The Reemergence of Social Data

Managing the customer experience is hard when you exclude social media data. But if you talked with CRM makers two years ago, you would think the trend was on its last leg; there was much concern among smaller CRM makers about the walling off of social network data and the quick downfall of the social CRM concept. Only Twitter, public by nature, easily flowed into most CRM systems.

That is changing again, though, as CRM is figuring out how to reintegrate with social, and LinkedIn is emerging as a data utility that companies can use for more complete and accurate customer data.

“Recruiters have been using LinkedIn for years, and now you are going to see important applications of LinkedIn data in CRM,” predicts Scavo. “To avoid antitrust regulations, Microsoft is going to have to make LinkedIn data available, at a price, to other CRM providers. I think in the coming years you are going to see LinkedIn data routinely worked into CRM processes in many companies.”

Reduced Data Silos

Interdepartmental turf wars might not go away any time soon, but the ability to operate data fiefdoms within these departments is disappearing fast. CX is hard to impossible without coordination among sales, marketing and customer service, among other areas, which is prompting CRMs to better serve multiple departments and make collaboration easier.

“Companies seek to serve their customers across many channels and to do that consistently,” says Cahill at Oracle. “For example, sales knows my history with service, ecommerce knows the marketing campaign I responded to, and retail knows what I bought online.”

Sales or marketing CRM is giving way to a more overarching system that enables organizations to learn more about their customer at every touch point and to use that information to make that next interaction better.
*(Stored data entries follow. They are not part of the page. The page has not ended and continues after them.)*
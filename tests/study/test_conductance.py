"""What a candidate does to both exchangers: by kind, given or calculated, and what that is worth."""

import numpy as np
import pytest

from retrofit.case import read_case
from retrofit.case.exchangers import Exchanger
from retrofit.equipment.heat_transfer import KINDS
from retrofit.study import compare
from retrofit.study.conductance import kind_name

RACK = """
[plant]
refrigerant = "R404A"
[duty]
cooling = "100 kW"
evaporating = "-8 degC"
condensing = "42 degC"
[compressor]
isentropic_efficiency = 0.68
volumetric_efficiency = 0.85
[evaporator]
medium = "air"
inlet = "2 degC"
outlet = "-3 degC"
arrangement = "crossflow"
{evaporator}
[condenser]
medium = "air"
inlet = "30 degC"
outlet = "36 degC"
arrangement = "crossflow"
{condenser}
[compare]
candidates = ["R448A", "R454C", "R502"]
{more}
"""


@pytest.fixture
def rack(tmp_path):
    """Return a function that compares on a rack with air at both sides."""

    def made(evaporator="", condenser="", more=""):
        path = tmp_path / "rack.toml"
        path.write_text(RACK.format(evaporator=evaporator, condenser=condenser, more=more), encoding="utf-8")
        return compare(read_case(path))

    return made


@pytest.mark.parametrize(
    ("medium", "arrangement", "way", "T_C", "expected"),
    [
        ("air", "crossflow", "condenser", 5.0, "dry coil"),
        ("air", "crossflow", "evaporator", 5.0, "wet coil"),
        ("air", "crossflow", "evaporator", -8.0, "frosting coil"),
        ("water", "counterflow", "evaporator", 2.0, "plates, water"),
        ("brine", "counterflow", "evaporator", -10.0, "plates, brine"),
        ("water", "crossflow", "condenser", 2.0, "tubes, water"),
        ("brine", "flooded", "evaporator", -14.0, "flooded, brine"),
        (None, "crossflow", "evaporator", -14.0, ""),
    ],
)
def test_kind_of_an_exchanger(medium, arrangement, way, T_C, expected):
    """Medium, arrangement, side and temperature say which kind it is; without a medium none is taken."""
    table = Exchanger(arrangement=arrangement, **({} if medium is None else {"medium": medium}))

    assert kind_name(table, way, T_C + 273.15) == expected


def test_every_kind_has_a_share():
    """Whatever a case can say is a kind, and its share lies within its range."""
    for medium in ("air", "water", "brine"):
        for arrangement in ("counterflow", "crossflow", "flooded"):
            for way in ("evaporator", "condenser"):
                assert kind_name(Exchanger(medium=medium, arrangement=arrangement), way, 250.0) in KINDS
    assert all(kind.low < kind.share < kind.high for kind in KINDS.values())


def test_today_s_refrigerant_is_the_measure(rack):
    """Against itself the ratios of the plant are exactly 1, whatever is calculated for others."""
    found = rack().existing

    assert [one.factor for one in found.plant.ua_factors] == [1.0, 1.0]
    assert {value for name, value in found.relative.items() if name.startswith("plant_")} == {1.0}


def test_a_blend_with_glide_loses_conductance(rack):
    """R448A and R454C for R404A: both exchangers poorer, R454C's more; flow and glide as they are.

    By hand, suction densities at -8 degC mean: R448A has about 0.77 of R404A's, R454C 0.71.
    """
    first, second, _ = (entry.plant.ua_factors for entry in rack().candidates)

    for ours, worse in zip(first, second, strict=True):
        assert ours.origin == worse.origin == "calculated"
        assert worse.factor < ours.factor < 1.0
        assert ours.low < ours.factor < ours.high
        assert ours.flow == pytest.approx(0.77, abs=0.02)
        assert worse.flow == pytest.approx(0.71, abs=0.02)
        assert worse.glide_K > ours.glide_K > 4.0
        # Resistances in series, by hand from what is told.
        assert ours.factor == pytest.approx(1.0 / (1.0 - ours.share + ours.share / ours.film), rel=1e-12)


def test_what_it_is_worth(rack):
    """Calculated factors take 1 to 3 points from R448A's COP at the same cooling, and more from R454C's."""
    ones = "ua_factor = 1.0"
    with_factors, equal = rack().candidates, rack(ones, ones).candidates
    lost = [
        one.relative["plant_cop_same_cooling"] - other.relative["plant_cop_same_cooling"]
        for one, other in zip(equal, with_factors, strict=True)
    ]

    assert 0.01 < lost[0] < 0.03
    assert lost[1] > lost[0]
    assert lost[2] == pytest.approx(0.0, abs=1e-9)


def test_without_transport_models_it_is_one_and_wide(rack):
    """R502 has a component without a model: 1, not calculated, with a band around it."""
    found = rack().candidates[2].plant.ua_factors

    for one in found:
        assert (one.factor, one.origin, one.film) == (1.0, "unknown", None)
        # By hand: the share times 0.30 to both sides.
        assert (1.0 - one.low, one.high - 1.0) == pytest.approx((0.3 * one.share, 0.3 * one.share))


def test_the_case_overrides_one_side_for_one_refrigerant(rack):
    """A factor of the case stands for what it names; everything else is calculated."""
    first, second, _ = (entry.plant.ua_factors for entry in rack(condenser="ua_factor = {R448A = 0.9}").candidates)

    assert [one.origin for one in first] == ["calculated", "given"]
    assert first[1].factor == first[1].low == first[1].high == 0.9
    assert [one.origin for one in second] == ["calculated", "calculated"]


def test_a_new_plant_has_exchangers_like_today_s(rack):
    """A refrigerant that a new plant is priced for keeps the conductances of today."""
    entry = rack(more="[options.R454C]\nseasonal_cop = 3.0").candidates[1]

    assert entry.is_new_plant
    assert [one.factor for one in entry.like_today.ua_factors] == [1.0, 1.0]


def test_conductances_told_carry_the_factors(rack):
    """Conductances told are today's times the factors."""
    comparison = rack()
    today, entry = comparison.existing.plant, comparison.candidates[0].plant
    factors = [one.factor for one in entry.ua_factors]

    np.testing.assert_allclose(entry.conductances_W_per_K, np.multiply(today.conductances_W_per_K, factors), rtol=1e-12)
This is taking the form or robust integration for some CRM systems, and an all-in-one approach for others. But in both cases, the goal of CRM as the system or record for managing CX is the same.

Deeper Data Intelligence

Understanding customer needs and managing their experience at every touch point requires better and more complete data. CRM systems are aggressively addressing this need, bringing together more contact data and making it more actionable through better dash boarding and the first iteration of what will become highly sophisticated AI systems for making sense of customer needs and experience.
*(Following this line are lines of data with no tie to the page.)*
"""TEWI: a published example, fractional years and stepping grids by hand, and physics that cannot turn round."""

from dataclasses import replace

import numpy as np
import pytest
from hypothesis import given, settings
from hypothesis import strategies as st

from retrofit.refrigerants import find
from retrofit.study.emissions import co2e_t, gwp_of, tewi, year_ends
from retrofit.study.leaks import LeakRate
from retrofit.study.plan import Plan, Use, life_years, start_year
from retrofit.study.spread import base_only, low_base_high, single

KWH = 3.6e6


def plan(name="R134a", charge=10.0, rate=0.1, family="as is"):
    """Return a plan of given charge and leak rate."""
    leak = LeakRate("leak", None if rate is None else single(rate), "", "case", "" if rate else "leak rate")
    charge_kg = None if charge is None else single(charge)
    return Plan(find(name), family, "charge", charge_kg, "" if charge else "charge", leak, None, None)


@pytest.fixture(scope="module")
def ordinary(case_with):
    """Return a case with all that a TEWI needs."""
    return case_with(
        plant={"charge": "10 kg"},
        law={"remaining_life": "15 years", "date_of_change": "2027-01-01"},
        emissions={"gwp_edition": "AR5", "recovery_at_end": "75 %", "grid_factor": "0.6 kg/kWh"},
    )


def test_a_published_example(ordinary):
    """A compressor maker's textbook example of TEWI; its inputs from memory, its sums worked here.

    R134a, GWP 1300, 10 kg, leaks 1 kg a year, 15 years, recovery 75 %, 5 kW for 5000 hours a year, 0.6 kg/kWh:
    1300 x 1 x 15 = 19 500; 1300 x 10 x 0.25 = 3 250; 15 x 25 000 x 0.6 = 225 000; in all 247 750 kg.
    """
    found = tewi(ordinary, plan(), plan(), Use(25_000 * KWH), base_only)

    assert found.gwp.value == 1300.0
    assert found.leaks_kg == pytest.approx(19_500)
    assert found.end_of_life_kg == pytest.approx(3_250)
    assert found.change_kg == 0.0
    assert found.indirect_kg == pytest.approx(225_000)
    assert found.total_kg == pytest.approx(247_750)
    assert found.missing == ()


def test_the_change_is_counted(case_with):
    """A conversion adds GWP x old charge x loss; a released charge counts in full. GWP of AR4 by AR4's own list.

    By hand: R404A 3922 (published, 3921.6 by mass) x 260 kg x 5 % = 50 981 kg; released: 1 019 616 kg.
    """
    law = {"remaining_life": "8 years"}
    careful = case_with(law=law, emissions={"gwp_edition": "AR4", "lost_at_change": "5 %"})
    released = case_with(law=law, emissions={"gwp_edition": "AR4", "old_charge": "released"})
    old, new = plan("R404A", 260.0, 0.15), plan("R448A", 278.0, 0.15, "convert")

    # The printed GWP has four digits.
    assert tewi(careful, new, old, Use(), base_only).change_kg == pytest.approx(3922 * 260 * 0.05, rel=2e-4)
    assert tewi(released, new, old, Use(), base_only).change_kg == pytest.approx(3922 * 260, rel=2e-4)
    assert tewi(released, replace(old, family="keep"), old, Use(), base_only).change_kg == 0.0
    # Printed: 260 kg of R404A are 1020 t, 278 kg of R448A are 386 t, three digits each (GWP 3922 and 1387).
    assert co2e_t(old, "AR4").base == pytest.approx(1020, rel=5e-4)
    assert co2e_t(new, "AR4").base == pytest.approx(386, rel=2e-3)


def test_a_part_of_a_year_counts_as_that(case_with):
    """By hand: 2.5 years at 100 kWh and 0.5 kg/kWh are 125 kg; leaks by year 1, 1 and a half of a year's."""
    case = case_with(law={"remaining_life": "2.5 years"}, emissions={"grid_factor": "0.5 kg/kWh"})

    found = tewi(case, plan(), plan(), Use(100 * KWH), base_only)

    assert found.years.tolist() == [0.0, 1.0, 2.0, 2.5]
    assert found.indirect_by_year_kg == pytest.approx([0.0, 50.0, 50.0, 25.0])
    assert found.indirect_kg == pytest.approx(125.0)
    # 1300 x 1 kg a year; the end, 1300 x 10 x (1 - 85 %) = 1950, falls into the last part.
    assert found.direct_by_year_kg == pytest.approx([0.0, 1300.0, 1300.0, 650.0 + 1950.0])
    assert found.direct_by_year_kg.sum() == pytest.approx(found.direct_kg)


def test_a_grid_that_steps(case_with):
    """By hand, from 2027-07-01 (181 of 365 days gone) for 2 years: 184/365 at 0.4, 1 at 0.3, 181/365 at 0.1."""
    case = case_with(
        law={"remaining_life": "2 years", "date_of_change": "2027-07-01"},
        emissions={"grid_factor": "0.4 kg/kWh", "grid_years": [[2028, "0.3 kg/kWh"], [2029, "0.1 kg/kWh"]]},
    )

    found = tewi(case, plan(), plan(), Use(1000 * KWH), base_only)

    gone = 181 / 365
    assert start_year(case) == pytest.approx(2027 + gone)
    assert found.indirect_kg == pytest.approx(1000 * ((1 - gone) * 0.4 + 0.3 + gone * 0.1))
    assert found.indirect_by_year_kg == pytest.approx(
        [0.0, 1000 * ((1 - gone) * 0.4 + gone * 0.3), 1000 * ((1 - gone) * 0.3 + gone * 0.1)]
    )


def test_grid_years_need_a_day(case_with):
    """Without a day of change factors by year cannot be placed: unknown, with the key to give; a day given places."""
    import datetime

    emissions = {"grid_years": [[2028, "0.3 kg/kWh"]]}
    case = case_with(law={"remaining_life": "2 years"}, emissions=emissions)

    assert tewi(case, plan(), plan(), Use(KWH)).indirect_kg is None
    assert any("date_of_change" in words for words in tewi(case, plan(), plan(), Use(KWH)).missing)
    on = datetime.date(2026, 1, 1)
    assert tewi(case, plan(), plan(), Use(KWH), base_only, on).indirect_kg == pytest.approx(0.6)


@pytest.mark.parametrize(
    ("part", "lacking"),
    [({"charge": None}, "charge"), ({"rate": None}, "leak rate")],
)
def test_unknown_is_never_zero(ordinary, part, lacking):
    """Without charge or leak rate there is no direct part and no sum, and the words say what is missing."""
    found = tewi(ordinary, plan(**part), plan(), Use(25_000 * KWH))

    assert found.direct_kg is None
    assert found.total_kg is None
    assert found.indirect_kg is not None
    assert lacking in found.missing


def test_no_energy_no_sum(ordinary, case_with):
    """Without electricity there is a direct part and no sum; without [emissions] nothing but what leaks."""
    direct = tewi(ordinary, plan(), plan(), Use())
    nothing = tewi(case_with(law={"remaining_life": "3 years"}), plan(), plan(), Use(KWH))

    assert direct.direct_kg is not None
    assert direct.total_kg is None
    assert "electricity of a year" in direct.missing
    assert (nothing.direct_kg, nothing.indirect_kg, nothing.leaks_kg) == (None, None, None)
    assert nothing.leak_kg_per_year == pytest.approx([1.0] * 3)


def test_the_edition_is_named():
    """The edition asked for counts; where it lists none another's value comes with a word."""
    assert gwp_of(find("R404A"), "AR4").value == pytest.approx(3922, abs=0.5)
    assert gwp_of(find("R404A"), "AR5").value == pytest.approx(3943, abs=0.5)
    ammonia = gwp_of(find("R717"), "AR5")
    assert (ammonia.value, ammonia.edition) == (0.0, "AR4")
    assert "AR5 gives none" in ammonia.doubt


def test_life_from_dates(case_with):
    """A day of change and an end make a life: 2027-01-01 to 2029-01-01 are 731 days."""
    case = case_with(law={"date_of_change": "2027-01-01", "end": "2029-01-01"})

    assert life_years(case) == pytest.approx(731 / 365.25)


def test_arrays_equal_single_numbers(ordinary):
    """Draws in one array give what each draw gives alone, lives of different lengths too."""
    rates, lives, energy = np.array([0.05, 0.1, 0.3]), np.array([2.0, 7.25, 15.0]), np.array([1.0, 2.0, 3.0]) * 1e13
    drawn = {"leak": rates, "law.remaining_life": lives}
    together = tewi(ordinary, plan(), plan(), Use(energy), lambda key, s: drawn.get(key, np.asarray(s.base)))

    for i in range(3):
        one = {key: values[i] for key, values in drawn.items()}
        alone = tewi(ordinary, plan(), plan(), Use(energy[i]), lambda key, s, one=one: np.asarray(one.get(key, s.base)))
        for name in ("leaks_kg", "end_of_life_kg", "indirect_kg", "total_kg"):
            assert np.broadcast_to(getattr(together, name), 3)[i] == pytest.approx(float(getattr(alone, name)))
        assert together.direct_by_year_kg[i].sum() == pytest.approx(float(alone.direct_kg))
        assert together.indirect_by_year_kg[i].sum() == pytest.approx(float(alone.indirect_kg))
    assert year_ends([0.5, 2.0]).tolist() == [[0.0, 0.5, 0.5], [0.0, 1.0, 2.0]]
    assert tewi(ordinary, plan(), plan(), Use(1e13), low_base_high).total_kg.shape == (3,)


@settings(max_examples=60, deadline=None, derandomize=True)
@given(
    rate=st.floats(0.001, 0.9),
    more=st.floats(0.001, 0.1),
    charge=st.floats(1.0, 1e4),
    energy=st.floats(0.0, 1e14),
    name=st.sampled_from(["R404A", "R22", "R454C", "R290", "R744"]),
)
def test_leakier_and_hungrier_emits_more(ordinary, rate, more, charge, energy, name):
    """More leaks, more charge or more electricity never emit less."""

    def total(rate, charge, energy):
        found = tewi(ordinary, plan(name, charge, rate), plan(), Use(energy), base_only)
        assert found.total_kg == pytest.approx(float(found.direct_kg + found.indirect_kg))
        return float(found.total_kg)

    base = total(rate, charge, energy)
    assert total(rate + more, charge, energy) > base
    assert total(rate, charge * (1.0 + more), energy) > base
    assert total(rate, charge, energy + 1e12) > base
In 2018, you should see more visual representation of data, more automated analysis, and those sprinkles of early AI insight. CRM systems also are rolling out greater personalization options such as dynamic landing pages built around customer data and automated micro-segmentation.
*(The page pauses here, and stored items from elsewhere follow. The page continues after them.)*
@pytest.mark.parametrize(
    ("old", "new", "line", "key", "part"),
    [
        ('"R404A"', '"R404"', 2, "plant.refrigerant", 'did you mean "R404A"'),
        ('"R404A"', '"R4004A"', 2, "plant.refrigerant", "did you mean"),
        ('"R404A"', "404", 2, "plant.refrigerant", "a number stands where a refrigerant is needed"),
        ('"R404A"', '"' + "R" * 5000 + '"', 2, "plant.refrigerant", "is no designation"),
        ('"R404A"', '"R404A\\u001b[2J"', 2, "plant.refrigerant", "\\x1b[2J"),
        ('"R448A"', '"R404A"', 8, "compare.candidates[1]", "R-404A is the refrigerant in the plant"),
        ('"R448A"', '"r449a"', 8, "compare.candidates[2]", "R-449A is in the list twice"),
        ('"R448A"', '["R448A"]', 8, "compare.candidates[1]", "a list stands where a refrigerant"),
        ('["R448A", "R449A"]', '"R448A"', 8, "compare.candidates", "a text stands where a list is needed"),
        ('["R448A", "R449A"]', "[]", 8, "compare.candidates", "the list has 0 items"),
        ('["R448A", "R449A"]', str(["R32"] * 41), 8, "compare.candidates", "the list has 41 items"),
        ("cooling =", "coolin =", 4, "duty.coolin", 'did you mean "cooling"'),
        (
            "cooling =",
            "x = 1 #",
            3,
            "duty.cooling",
            'is missing; add cooling to [duty], as in cooling = "120 kW"',
        ),
        ("candidates =", "x = 1 #", 7, "compare.candidates", 'as in candidates = ["R448A", "R449A"]'),
        ("refrigerant =", "x = 1 #", 1, "plant.refrigerant", 'as in refrigerant = "R404A"'),
        ("[compare]", "[compair]", 7, "compair", 'did you mean "compare"'),
        ("[compare]", "[compair]", 0, "compare", "the table [compare] is missing; add it with candidates"),
        ("[duty]", "", 0, "duty", "add it with cooling, evaporating and condensing"),
        ("[duty]", "", 4, "plant.cooling", "cooling belongs in [duty], not in [plant]"),
        ("[duty]", "title = 'x'\n[duty]", 3, "plant.title", "belongs at the top of the file"),
        ("[duty]", "[plant.duty]", 3, "plant.duty", "belongs in a table of its own, [duty]"),
        ("[duty]", "[[duty]]", 3, "duty", "a list stands where a table is needed; begin it with [duty]"),
        ("[plant]", "compressor = 'big'\n[plant]", 1, "compressor", "a text stands where a table is needed"),
        (
            "[plant]",
            "charge = '1 kg'\n[plant]",
            1,
            "charge",
            "belongs in [plant], not at the top of the file",
        ),
        ("[plant]", "title = 5\n[plant]", 1, "title", "a number stands where a text is needed"),
        ("[plant]", "title = ''\n[plant]", 1, "title", "allowed are 1 to 200"),
        ("[plant]", f"title = '{'x' * 201}'\n[plant]", 1, "title", "it has 201 characters"),
        ("[plant]", 'title = "\\u001b[31m"\n[plant]', 1, "title", "hidden character \\x1b"),
        ("[plant]", 'about = "a\\u202eb"\n[plant]', 1, "about", "hidden character \\u202e"),
        ("[duty]", "charge = '0 kg'\n[duty]", 3, "plant.charge", "above 0 kg"),
        ("[duty]", "oil = 'POE'\n[duty]", 3, "plant.oil", 'did you mean "polyol ester"'),
        ("[duty]", "oil = 'minerall'\n[duty]", 3, "plant.oil", 'did you mean "mineral"'),
        ("[duty]", "oil = 5\n[duty]", 3, "plant.oil", "a number stands where a word is needed"),
        ("[duty]", "altitude = '9 ft deg'\n[duty]", 3, "plant.altitude", "not a unit of length"),
        ("[duty]", "altitude = '20000 ft'\n[duty]", 3, "plant.altitude", "outside what is allowed"),
        ("[duty]", "high_side_limit = '28 bar'\n[duty]", 3, "plant.high_side_limit", "absolute or gauge"),
        ("[duty]", "high_side_limit = '31 MPa g'\n[duty]", 3, "plant.high_side_limit", "200 bar g"),
        ("[duty]", "evaporator = 'floded'\n[duty]", 3, "plant.evaporator", 'did you mean "flooded"'),
        ('"120 kW"', "120", 4, "duty.cooling", 'such as "120 kW"'),
        ('"120 kW"', '"0 kW"', 4, "duty.cooling", "above 0 W"),
        ('"120 kW"', '"-1 kW"', 4, "duty.cooling", "above 0 W"),
        ('"120 kW"', "nan", 4, "duty.cooling", "write it with kW"),
        ('"120 kW"', "1e400", 4, "duty.cooling", "write it with kW"),
        ('"120 kW"', '"1e400 kW"', 4, "duty.cooling", "too large a number"),
        ('"120 kW"', "0x" + "f" * 5000, 4, "duty.cooling", "sensible size"),
        ('"120 kW"', "2026-12-01", 4, "duty.cooling", "a date or a time stands where a power is needed"),
        ('"120 kW"', "true", 4, "duty.cooling", "true or false stands where a power is needed"),
        ('"120 kW"', "{value = 120}", 4, "duty.cooling", "a table stands where a power is needed"),
        ('"-8 degC"', '"42 degC"', 5, "duty.evaporating", "not below condensing"),
        ('"-8 degC"', '"-121 degC"', 5, "duty.evaporating", "-120 degC to 150 degC"),
        ('"42 degC"', '"151 degC"', 6, "duty.condensing", "-120 degC to 150 degC"),
        ('"42 degC"', '"42"', 6, "duty.condensing", 'as in "42 degC"'),
        ("[compare]", "useful_superheat = '81 K'\n[compare]", 7, "duty.useful_superheat", "0 K to 80 K"),
        ("[compare]", "line_superheat = '-1 K'\n[compare]", 7, "duty.line_superheat", "0 K to 80 K"),
        ("[compare]", "superheat = '5 K'\n[compare]", 7, "duty.superheat", "write useful_superheat ("),
        ("[compare]", "subcooling = '51 K'\n[compare]", 7, "duty.subcooling", "0 K to 50 K"),
        ("[compare]", "subcooling = '3 degC'\n[compare]", 7, "duty.subcooling", 'write "3 K"'),
        ("[compare]", "reading = 'due'\n[compare]", 7, "duty.reading", 'did you mean "dew"'),
        ("[compare]", "reading = 'bubble'\n[compare]", 7, "duty.reading", 'write "dew" or "mean"'),
        (
            "[compare]",
            "[compressor]\nisentropic_efficiency = 0\n[compare]",
            8,
            "compressor.isentropic_efficiency",
            "10 % to 100 %",
        ),
        (
            "[compare]",
            "[compressor]\nvolumetric_efficiency = 1.01\n[compare]",
            8,
            "compressor.volumetric_efficiency",
            "10 % to 100 %",
        ),
        (
            "[compare]",
            "[compressor]\nvolumetric_efficiency = nan\n[compare]",
            8,
            "compressor.volumetric_efficiency",
            "sensible size",
        ),
        (
            "[compare]",
            "[compressor]\nswept_volume = '201 m3'\n[compare]",
            8,
            "compressor.swept_volume",
            "is a volume, but a volume flow is needed",
        ),
    ],
)
def test_each_fault_is_named_at_its_line(complaints, old, new, line, key, part):
    """A fault has the line and key it stands at, what is wrong, and what is allowed."""
    found = complaints(SHORT.replace(old, new, 1))

    assert any((at, name) == (line, key) and part in text for at, name, text in found), found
“Deep learning will be applied at the individual and collective level across all customer touch points,” says Rob Käll, CEO and founder of AI startup, Cien. “Now that the major players have added commerce, customer service and marketing functions to their sales force automation platforms, CRM is continuing its relentless march towards personalization.”

This includes more sophisticated workflows based on machine learning and sentiment analysis that will inform the timing and sequence of customer interactions, according to Käll.

More Third-Party Data

Finally, CRM is heading toward more integration with data sources that lie beyond a given firm.

An e-commerce provider might know that a customer tends to buy classic rock albums on their web site, for instance, but they will miss cross-sales opportunities unless they also use third-party data to discover that this customer likes adventure sports, food and travel in addition to classic rock.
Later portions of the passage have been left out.